LISTED ENTRIES =

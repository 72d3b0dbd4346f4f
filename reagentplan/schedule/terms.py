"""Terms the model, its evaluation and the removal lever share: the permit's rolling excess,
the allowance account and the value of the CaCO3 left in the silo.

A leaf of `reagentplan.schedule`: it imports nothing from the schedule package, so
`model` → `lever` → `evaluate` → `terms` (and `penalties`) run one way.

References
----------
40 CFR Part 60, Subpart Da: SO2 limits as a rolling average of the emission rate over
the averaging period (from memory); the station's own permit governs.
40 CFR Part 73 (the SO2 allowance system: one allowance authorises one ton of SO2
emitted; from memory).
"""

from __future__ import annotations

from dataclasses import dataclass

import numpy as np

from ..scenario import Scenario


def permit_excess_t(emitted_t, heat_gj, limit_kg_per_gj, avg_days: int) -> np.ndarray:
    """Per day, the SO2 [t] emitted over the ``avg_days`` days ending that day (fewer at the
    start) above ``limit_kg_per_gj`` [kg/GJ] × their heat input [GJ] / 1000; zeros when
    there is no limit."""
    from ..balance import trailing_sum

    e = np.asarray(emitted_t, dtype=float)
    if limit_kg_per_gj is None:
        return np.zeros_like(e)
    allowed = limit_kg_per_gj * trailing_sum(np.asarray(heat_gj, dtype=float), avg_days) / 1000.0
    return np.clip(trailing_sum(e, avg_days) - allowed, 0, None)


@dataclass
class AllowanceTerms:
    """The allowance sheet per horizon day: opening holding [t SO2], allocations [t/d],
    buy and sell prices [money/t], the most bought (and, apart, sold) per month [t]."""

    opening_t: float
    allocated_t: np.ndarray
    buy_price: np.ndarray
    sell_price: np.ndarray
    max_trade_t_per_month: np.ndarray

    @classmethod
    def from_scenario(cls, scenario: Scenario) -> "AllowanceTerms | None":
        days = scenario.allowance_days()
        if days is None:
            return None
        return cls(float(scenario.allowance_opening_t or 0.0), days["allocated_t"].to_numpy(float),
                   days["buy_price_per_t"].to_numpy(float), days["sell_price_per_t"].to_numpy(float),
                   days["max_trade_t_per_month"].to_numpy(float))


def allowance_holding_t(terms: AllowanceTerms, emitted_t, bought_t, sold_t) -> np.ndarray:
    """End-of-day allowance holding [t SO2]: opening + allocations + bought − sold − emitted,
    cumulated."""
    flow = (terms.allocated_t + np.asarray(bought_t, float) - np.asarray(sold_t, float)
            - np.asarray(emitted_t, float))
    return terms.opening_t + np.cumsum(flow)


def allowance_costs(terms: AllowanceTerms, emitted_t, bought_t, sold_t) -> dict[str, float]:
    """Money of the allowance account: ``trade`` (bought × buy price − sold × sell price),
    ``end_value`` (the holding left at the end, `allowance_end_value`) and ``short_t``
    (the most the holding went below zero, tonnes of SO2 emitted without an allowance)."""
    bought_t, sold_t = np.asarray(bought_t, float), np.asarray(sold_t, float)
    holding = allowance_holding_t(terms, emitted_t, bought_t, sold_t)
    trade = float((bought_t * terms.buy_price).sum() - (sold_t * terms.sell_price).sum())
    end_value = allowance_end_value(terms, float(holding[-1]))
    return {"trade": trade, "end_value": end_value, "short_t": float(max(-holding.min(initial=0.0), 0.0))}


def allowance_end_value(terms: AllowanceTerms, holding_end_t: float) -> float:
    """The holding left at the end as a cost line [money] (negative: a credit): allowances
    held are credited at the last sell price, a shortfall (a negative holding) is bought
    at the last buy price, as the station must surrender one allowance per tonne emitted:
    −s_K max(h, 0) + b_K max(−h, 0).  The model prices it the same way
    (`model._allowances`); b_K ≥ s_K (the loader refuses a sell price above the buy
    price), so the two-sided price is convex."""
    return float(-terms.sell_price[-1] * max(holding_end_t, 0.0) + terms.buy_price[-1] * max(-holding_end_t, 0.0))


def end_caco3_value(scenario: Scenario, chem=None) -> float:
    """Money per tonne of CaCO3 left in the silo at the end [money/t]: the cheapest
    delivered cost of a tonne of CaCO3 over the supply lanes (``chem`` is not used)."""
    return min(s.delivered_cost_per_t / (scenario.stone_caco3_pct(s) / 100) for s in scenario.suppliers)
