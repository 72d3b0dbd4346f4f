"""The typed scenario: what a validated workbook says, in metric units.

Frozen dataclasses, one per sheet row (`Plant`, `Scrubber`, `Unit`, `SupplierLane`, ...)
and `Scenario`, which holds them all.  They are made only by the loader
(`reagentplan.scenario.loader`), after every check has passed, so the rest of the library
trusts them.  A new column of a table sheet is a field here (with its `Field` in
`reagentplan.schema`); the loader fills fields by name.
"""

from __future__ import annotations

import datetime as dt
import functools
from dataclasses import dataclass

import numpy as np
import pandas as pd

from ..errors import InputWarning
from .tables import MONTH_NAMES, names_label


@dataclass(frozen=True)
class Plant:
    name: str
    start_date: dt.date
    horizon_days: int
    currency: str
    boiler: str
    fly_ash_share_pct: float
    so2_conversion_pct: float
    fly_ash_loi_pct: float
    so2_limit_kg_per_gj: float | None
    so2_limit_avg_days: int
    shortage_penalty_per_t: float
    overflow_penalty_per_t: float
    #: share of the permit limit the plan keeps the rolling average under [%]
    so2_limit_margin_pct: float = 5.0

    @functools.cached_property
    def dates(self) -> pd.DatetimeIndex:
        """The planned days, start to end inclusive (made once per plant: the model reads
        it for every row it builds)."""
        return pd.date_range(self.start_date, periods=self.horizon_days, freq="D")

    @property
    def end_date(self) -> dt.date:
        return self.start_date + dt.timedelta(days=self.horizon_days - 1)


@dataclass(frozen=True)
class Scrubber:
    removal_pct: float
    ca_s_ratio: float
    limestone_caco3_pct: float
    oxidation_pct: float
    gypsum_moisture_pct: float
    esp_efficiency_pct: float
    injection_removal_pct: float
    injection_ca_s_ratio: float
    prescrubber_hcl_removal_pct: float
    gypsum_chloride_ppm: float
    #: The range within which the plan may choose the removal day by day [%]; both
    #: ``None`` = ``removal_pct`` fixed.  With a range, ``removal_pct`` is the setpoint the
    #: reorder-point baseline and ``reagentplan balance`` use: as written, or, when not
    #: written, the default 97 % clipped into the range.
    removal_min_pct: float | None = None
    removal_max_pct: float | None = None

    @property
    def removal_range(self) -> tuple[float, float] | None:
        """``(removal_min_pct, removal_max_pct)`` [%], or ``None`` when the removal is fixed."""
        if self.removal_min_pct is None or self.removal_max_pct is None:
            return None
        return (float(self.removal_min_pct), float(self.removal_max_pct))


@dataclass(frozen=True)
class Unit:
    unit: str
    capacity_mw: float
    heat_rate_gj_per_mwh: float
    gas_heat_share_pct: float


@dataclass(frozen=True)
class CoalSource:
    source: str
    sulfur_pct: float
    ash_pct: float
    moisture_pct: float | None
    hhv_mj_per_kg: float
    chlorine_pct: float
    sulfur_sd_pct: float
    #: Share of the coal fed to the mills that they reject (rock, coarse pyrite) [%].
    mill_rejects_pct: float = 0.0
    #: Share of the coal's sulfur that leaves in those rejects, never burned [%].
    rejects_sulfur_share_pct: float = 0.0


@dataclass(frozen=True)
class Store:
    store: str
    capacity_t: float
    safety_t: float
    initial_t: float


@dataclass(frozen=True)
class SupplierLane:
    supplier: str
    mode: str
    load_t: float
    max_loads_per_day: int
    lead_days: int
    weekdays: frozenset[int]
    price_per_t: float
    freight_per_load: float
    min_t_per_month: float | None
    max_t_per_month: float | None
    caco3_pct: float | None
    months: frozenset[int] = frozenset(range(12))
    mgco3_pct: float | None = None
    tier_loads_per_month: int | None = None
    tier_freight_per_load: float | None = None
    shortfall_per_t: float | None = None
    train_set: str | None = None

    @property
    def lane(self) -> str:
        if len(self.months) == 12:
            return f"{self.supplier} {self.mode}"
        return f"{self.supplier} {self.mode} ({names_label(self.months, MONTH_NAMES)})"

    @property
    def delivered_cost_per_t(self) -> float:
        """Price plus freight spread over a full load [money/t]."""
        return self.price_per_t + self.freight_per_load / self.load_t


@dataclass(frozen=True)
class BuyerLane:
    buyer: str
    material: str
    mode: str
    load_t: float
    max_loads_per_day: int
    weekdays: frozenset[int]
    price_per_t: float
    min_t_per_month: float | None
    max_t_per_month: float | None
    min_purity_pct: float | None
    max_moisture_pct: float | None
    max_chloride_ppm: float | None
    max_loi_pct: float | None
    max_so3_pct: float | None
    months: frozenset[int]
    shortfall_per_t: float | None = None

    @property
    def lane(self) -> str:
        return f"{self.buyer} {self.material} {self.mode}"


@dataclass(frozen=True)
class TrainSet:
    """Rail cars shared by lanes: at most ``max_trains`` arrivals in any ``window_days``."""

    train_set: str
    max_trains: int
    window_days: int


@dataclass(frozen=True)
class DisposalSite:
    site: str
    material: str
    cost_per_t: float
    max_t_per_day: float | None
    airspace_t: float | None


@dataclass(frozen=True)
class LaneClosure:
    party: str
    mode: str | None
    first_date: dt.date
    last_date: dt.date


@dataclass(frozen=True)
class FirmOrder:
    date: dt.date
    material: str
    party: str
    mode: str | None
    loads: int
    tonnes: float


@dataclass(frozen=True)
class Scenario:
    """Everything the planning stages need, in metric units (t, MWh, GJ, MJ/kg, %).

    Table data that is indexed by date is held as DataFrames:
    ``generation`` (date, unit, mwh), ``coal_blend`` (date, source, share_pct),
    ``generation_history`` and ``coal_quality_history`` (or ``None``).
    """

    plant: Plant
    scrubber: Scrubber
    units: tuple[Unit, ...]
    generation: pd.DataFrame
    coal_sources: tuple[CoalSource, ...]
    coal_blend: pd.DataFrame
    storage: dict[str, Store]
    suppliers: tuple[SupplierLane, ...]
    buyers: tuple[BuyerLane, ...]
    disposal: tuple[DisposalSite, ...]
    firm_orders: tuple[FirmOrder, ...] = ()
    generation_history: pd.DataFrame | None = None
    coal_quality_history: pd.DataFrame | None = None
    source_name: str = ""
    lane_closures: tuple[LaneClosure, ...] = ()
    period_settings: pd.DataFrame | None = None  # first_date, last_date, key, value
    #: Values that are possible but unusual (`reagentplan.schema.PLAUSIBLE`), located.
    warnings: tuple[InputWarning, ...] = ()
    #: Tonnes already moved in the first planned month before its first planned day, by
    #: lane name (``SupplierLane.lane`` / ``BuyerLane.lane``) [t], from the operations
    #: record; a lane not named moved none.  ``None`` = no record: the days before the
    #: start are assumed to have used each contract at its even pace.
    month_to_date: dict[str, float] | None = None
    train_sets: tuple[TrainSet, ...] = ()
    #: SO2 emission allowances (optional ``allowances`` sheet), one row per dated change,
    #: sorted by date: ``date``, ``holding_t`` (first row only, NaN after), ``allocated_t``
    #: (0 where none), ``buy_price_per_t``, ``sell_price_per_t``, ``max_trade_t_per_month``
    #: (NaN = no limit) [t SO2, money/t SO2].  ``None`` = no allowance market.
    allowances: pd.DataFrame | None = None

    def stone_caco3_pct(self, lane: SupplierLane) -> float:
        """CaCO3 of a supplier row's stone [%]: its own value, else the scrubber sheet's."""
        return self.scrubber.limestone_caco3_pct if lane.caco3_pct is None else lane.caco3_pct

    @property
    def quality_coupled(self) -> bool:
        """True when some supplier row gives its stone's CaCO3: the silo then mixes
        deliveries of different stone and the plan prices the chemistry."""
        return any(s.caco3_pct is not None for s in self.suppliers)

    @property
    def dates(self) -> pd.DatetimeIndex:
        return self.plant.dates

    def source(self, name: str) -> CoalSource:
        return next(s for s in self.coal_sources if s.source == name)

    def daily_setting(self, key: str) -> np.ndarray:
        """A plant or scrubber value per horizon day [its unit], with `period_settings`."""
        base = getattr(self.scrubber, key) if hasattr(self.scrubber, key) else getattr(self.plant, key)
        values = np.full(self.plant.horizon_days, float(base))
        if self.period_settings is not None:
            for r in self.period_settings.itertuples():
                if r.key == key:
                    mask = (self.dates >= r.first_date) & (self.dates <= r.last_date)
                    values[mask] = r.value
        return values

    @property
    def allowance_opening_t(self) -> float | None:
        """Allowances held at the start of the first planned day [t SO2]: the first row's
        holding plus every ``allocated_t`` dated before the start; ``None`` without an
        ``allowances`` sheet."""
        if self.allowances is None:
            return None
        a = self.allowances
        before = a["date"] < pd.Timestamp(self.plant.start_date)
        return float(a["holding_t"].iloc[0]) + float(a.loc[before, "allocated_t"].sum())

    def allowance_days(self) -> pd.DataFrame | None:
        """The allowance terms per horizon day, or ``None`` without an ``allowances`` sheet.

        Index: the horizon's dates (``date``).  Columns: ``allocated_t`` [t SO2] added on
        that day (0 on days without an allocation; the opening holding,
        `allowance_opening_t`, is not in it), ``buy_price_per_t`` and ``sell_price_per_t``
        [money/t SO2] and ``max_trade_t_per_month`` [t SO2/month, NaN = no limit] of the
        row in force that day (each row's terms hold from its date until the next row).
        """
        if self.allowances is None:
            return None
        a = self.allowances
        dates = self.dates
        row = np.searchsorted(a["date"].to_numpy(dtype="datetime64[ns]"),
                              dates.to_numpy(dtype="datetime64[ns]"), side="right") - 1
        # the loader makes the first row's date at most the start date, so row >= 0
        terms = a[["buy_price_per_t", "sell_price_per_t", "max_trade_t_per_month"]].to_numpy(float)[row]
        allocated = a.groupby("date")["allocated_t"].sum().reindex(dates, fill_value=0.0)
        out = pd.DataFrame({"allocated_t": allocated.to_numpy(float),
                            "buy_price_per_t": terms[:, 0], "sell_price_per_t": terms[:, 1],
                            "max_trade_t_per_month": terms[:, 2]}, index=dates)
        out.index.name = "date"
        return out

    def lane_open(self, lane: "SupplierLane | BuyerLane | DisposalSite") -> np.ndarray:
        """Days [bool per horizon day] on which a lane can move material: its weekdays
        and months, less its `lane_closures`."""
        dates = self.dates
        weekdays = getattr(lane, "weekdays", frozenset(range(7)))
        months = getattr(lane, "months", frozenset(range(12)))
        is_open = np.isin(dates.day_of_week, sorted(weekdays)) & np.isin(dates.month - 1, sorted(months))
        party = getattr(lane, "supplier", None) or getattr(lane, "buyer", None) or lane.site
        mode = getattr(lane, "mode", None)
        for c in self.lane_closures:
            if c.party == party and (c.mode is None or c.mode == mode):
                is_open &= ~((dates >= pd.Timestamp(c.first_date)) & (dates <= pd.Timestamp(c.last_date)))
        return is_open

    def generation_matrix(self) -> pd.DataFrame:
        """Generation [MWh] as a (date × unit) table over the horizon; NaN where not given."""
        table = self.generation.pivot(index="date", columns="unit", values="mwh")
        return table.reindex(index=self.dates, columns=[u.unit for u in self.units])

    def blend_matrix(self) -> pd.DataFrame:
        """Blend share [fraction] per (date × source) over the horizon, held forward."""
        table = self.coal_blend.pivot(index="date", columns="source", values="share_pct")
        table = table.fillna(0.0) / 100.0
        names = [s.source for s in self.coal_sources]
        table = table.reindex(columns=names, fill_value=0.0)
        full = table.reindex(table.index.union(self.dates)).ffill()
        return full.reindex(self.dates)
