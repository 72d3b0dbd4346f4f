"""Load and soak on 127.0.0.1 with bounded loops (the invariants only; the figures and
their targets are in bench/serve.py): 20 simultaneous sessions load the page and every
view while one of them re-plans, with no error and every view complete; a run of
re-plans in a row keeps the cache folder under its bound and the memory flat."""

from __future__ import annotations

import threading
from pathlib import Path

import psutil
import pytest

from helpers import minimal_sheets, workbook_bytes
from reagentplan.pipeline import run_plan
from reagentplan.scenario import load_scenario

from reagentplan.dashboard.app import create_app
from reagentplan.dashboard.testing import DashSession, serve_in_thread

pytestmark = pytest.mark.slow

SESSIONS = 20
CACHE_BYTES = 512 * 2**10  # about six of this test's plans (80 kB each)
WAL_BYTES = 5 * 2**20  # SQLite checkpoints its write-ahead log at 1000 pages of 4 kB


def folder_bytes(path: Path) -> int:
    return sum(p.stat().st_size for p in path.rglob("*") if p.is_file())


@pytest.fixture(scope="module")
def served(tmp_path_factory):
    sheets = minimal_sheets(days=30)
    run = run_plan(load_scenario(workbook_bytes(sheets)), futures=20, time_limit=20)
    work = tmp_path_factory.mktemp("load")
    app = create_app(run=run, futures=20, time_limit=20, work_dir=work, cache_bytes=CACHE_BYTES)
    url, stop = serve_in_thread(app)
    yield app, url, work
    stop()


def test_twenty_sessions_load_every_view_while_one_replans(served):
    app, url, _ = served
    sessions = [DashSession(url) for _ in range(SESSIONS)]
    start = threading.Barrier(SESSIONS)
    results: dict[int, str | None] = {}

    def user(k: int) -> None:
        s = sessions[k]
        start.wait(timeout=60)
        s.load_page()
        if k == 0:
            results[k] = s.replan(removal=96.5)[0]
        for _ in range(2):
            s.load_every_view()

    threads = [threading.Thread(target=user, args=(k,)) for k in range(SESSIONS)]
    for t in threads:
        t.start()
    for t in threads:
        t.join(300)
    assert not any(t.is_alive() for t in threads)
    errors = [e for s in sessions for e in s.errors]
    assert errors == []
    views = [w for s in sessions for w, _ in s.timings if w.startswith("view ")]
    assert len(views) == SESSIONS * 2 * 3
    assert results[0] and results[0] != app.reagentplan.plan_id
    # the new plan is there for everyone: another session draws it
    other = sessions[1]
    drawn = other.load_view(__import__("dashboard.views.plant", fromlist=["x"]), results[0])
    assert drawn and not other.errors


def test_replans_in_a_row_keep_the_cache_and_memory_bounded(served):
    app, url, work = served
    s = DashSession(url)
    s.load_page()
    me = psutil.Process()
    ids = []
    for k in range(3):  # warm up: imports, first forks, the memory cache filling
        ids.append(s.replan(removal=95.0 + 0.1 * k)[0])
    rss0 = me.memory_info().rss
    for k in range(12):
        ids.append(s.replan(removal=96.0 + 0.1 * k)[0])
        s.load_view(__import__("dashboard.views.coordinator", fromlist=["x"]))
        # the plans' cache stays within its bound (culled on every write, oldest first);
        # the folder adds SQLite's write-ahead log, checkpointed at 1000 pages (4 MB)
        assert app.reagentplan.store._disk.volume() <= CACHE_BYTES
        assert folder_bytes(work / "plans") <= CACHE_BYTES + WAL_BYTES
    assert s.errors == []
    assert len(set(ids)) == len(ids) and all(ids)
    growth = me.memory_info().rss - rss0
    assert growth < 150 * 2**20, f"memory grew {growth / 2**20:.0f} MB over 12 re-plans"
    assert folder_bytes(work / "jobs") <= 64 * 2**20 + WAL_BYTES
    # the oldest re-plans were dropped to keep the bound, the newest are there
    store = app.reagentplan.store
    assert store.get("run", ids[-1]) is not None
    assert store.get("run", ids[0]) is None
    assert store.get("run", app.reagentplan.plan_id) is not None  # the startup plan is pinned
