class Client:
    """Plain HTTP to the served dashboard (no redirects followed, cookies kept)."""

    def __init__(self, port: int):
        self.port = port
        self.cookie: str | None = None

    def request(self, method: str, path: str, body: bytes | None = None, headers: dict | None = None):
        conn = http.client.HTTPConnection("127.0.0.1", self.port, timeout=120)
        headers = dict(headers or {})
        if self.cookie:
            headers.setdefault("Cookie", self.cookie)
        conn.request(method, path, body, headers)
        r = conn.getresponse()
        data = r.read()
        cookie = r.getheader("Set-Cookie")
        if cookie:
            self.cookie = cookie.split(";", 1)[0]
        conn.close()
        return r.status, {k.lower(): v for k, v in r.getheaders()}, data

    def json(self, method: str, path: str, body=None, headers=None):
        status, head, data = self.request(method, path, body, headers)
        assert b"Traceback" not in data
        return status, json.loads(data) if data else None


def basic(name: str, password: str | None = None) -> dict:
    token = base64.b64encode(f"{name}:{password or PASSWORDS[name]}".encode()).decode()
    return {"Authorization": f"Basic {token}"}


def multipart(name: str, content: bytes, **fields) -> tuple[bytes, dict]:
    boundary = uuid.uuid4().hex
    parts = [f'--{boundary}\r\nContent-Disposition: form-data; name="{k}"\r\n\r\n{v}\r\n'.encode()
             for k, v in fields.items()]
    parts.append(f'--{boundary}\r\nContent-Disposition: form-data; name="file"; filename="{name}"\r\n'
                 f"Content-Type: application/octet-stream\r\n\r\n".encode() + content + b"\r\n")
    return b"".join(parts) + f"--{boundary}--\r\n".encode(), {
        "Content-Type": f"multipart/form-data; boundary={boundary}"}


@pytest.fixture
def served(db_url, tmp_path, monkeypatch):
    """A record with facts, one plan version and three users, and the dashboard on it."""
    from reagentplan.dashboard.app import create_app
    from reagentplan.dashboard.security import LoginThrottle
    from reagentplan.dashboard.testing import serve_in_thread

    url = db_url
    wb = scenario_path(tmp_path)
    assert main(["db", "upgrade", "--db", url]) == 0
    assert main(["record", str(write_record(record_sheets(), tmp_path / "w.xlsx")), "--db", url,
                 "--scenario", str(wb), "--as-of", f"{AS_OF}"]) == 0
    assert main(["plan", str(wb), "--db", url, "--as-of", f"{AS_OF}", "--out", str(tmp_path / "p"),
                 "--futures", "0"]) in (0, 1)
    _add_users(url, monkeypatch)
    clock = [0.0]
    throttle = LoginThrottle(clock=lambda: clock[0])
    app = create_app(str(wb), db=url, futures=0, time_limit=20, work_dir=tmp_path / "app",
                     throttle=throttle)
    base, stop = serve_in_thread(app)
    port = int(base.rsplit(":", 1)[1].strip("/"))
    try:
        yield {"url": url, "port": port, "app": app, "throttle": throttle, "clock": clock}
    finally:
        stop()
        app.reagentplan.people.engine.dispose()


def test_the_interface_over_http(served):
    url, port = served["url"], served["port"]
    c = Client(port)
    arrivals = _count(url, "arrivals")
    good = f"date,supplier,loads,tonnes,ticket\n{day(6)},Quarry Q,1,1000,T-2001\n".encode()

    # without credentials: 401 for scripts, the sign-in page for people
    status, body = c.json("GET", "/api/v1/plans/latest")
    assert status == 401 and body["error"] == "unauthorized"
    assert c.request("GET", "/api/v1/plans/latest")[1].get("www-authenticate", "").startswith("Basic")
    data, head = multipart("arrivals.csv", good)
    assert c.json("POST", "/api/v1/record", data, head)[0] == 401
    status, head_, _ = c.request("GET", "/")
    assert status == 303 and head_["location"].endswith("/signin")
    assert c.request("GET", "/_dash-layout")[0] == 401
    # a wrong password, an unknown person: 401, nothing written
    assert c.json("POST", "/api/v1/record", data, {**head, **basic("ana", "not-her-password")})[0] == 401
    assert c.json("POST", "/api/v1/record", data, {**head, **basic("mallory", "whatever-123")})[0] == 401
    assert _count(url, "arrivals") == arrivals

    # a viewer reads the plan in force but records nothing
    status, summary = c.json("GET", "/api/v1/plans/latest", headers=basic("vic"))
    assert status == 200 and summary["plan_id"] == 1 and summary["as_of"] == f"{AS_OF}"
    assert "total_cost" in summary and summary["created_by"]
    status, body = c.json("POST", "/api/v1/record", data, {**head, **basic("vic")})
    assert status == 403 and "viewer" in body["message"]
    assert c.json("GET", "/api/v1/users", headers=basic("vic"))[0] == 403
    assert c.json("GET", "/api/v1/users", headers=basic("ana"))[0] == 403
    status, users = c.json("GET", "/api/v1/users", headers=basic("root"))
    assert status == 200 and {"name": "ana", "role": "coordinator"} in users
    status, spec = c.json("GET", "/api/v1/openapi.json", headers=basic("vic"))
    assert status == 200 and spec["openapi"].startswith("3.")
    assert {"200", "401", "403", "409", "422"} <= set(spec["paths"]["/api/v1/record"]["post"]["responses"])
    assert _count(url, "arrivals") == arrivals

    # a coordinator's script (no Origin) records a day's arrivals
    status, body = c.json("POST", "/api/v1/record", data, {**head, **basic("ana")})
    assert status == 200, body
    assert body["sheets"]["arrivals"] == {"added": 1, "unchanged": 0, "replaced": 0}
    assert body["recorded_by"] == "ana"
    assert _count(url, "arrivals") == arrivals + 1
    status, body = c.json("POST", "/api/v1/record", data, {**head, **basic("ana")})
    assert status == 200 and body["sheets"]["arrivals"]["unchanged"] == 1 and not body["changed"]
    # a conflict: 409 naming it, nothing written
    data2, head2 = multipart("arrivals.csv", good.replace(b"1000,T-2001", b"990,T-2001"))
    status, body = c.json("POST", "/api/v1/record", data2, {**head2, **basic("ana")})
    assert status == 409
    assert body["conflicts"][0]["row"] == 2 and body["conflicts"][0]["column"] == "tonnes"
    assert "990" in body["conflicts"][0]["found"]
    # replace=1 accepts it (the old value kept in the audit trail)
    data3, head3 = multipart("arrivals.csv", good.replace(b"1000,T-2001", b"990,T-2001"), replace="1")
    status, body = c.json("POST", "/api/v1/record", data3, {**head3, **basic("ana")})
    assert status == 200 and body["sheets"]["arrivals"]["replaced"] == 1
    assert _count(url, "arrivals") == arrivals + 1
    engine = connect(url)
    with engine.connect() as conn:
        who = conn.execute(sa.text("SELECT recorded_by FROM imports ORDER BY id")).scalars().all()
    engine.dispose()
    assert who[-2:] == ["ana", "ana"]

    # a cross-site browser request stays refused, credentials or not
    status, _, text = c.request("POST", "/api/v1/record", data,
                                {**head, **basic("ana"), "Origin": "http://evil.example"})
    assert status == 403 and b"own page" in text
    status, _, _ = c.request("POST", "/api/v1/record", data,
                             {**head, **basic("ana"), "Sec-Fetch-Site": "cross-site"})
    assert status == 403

ASSIGNMENT =
Stopping at the line containing "return cls(float(scenario.allowance_opening_t or", please repeat exactly every line from the very start of the entries, that line included, and nothing more.

RESPONSE AREA =
repository 72d3b0dbd4346f4f
filename reagentplan/schedule/terms.py
"""Terms the model, its evaluation and the removal lever share: the permit's rolling excess,
the allowance account and the value of the CaCO3 left in the silo.

A leaf of `reagentplan.schedule`: it imports nothing from the schedule package, so
`model` → `lever` → `evaluate` → `terms` (and `penalties`) run one way.

References
----------
40 CFR Part 60, Subpart Da: SO2 limits as a rolling average of the emission rate over
the averaging period (from memory); the station's own permit governs.
40 CFR Part 73 (the SO2 allowance system: one allowance authorises one ton of SO2
emitted; from memory).
"""

from __future__ import annotations

from dataclasses import dataclass

import numpy as np

from ..scenario import Scenario


def permit_excess_t(emitted_t, heat_gj, limit_kg_per_gj, avg_days: int) -> np.ndarray:
    """Per day, the SO2 [t] emitted over the ``avg_days`` days ending that day (fewer at the
    start) above ``limit_kg_per_gj`` [kg/GJ] × their heat input [GJ] / 1000; zeros when
    there is no limit."""
    from ..balance import trailing_sum

    e = np.asarray(emitted_t, dtype=float)
    if limit_kg_per_gj is None:
        return np.zeros_like(e)
    allowed = limit_kg_per_gj * trailing_sum(np.asarray(heat_gj, dtype=float), avg_days) / 1000.0
    return np.clip(trailing_sum(e, avg_days) - allowed, 0, None)


@dataclass
class AllowanceTerms:
    """The allowance sheet per horizon day: opening holding [t SO2], allocations [t/d],
    buy and sell prices [money/t], the most bought (and, apart, sold) per month [t]."""

    opening_t: float
    allocated_t: np.ndarray
    buy_price: np.ndarray
    sell_price: np.ndarray
    max_trade_t_per_month: np.ndarray

    @classmethod
    def from_scenario(cls, scenario: Scenario) -> "AllowanceTerms | None":
        days = scenario.allowance_days()
        if days is None:
            return None
        return cls(float(scenario.allowance_opening_t or 0.0), days["allocated_t"].to_numpy(float),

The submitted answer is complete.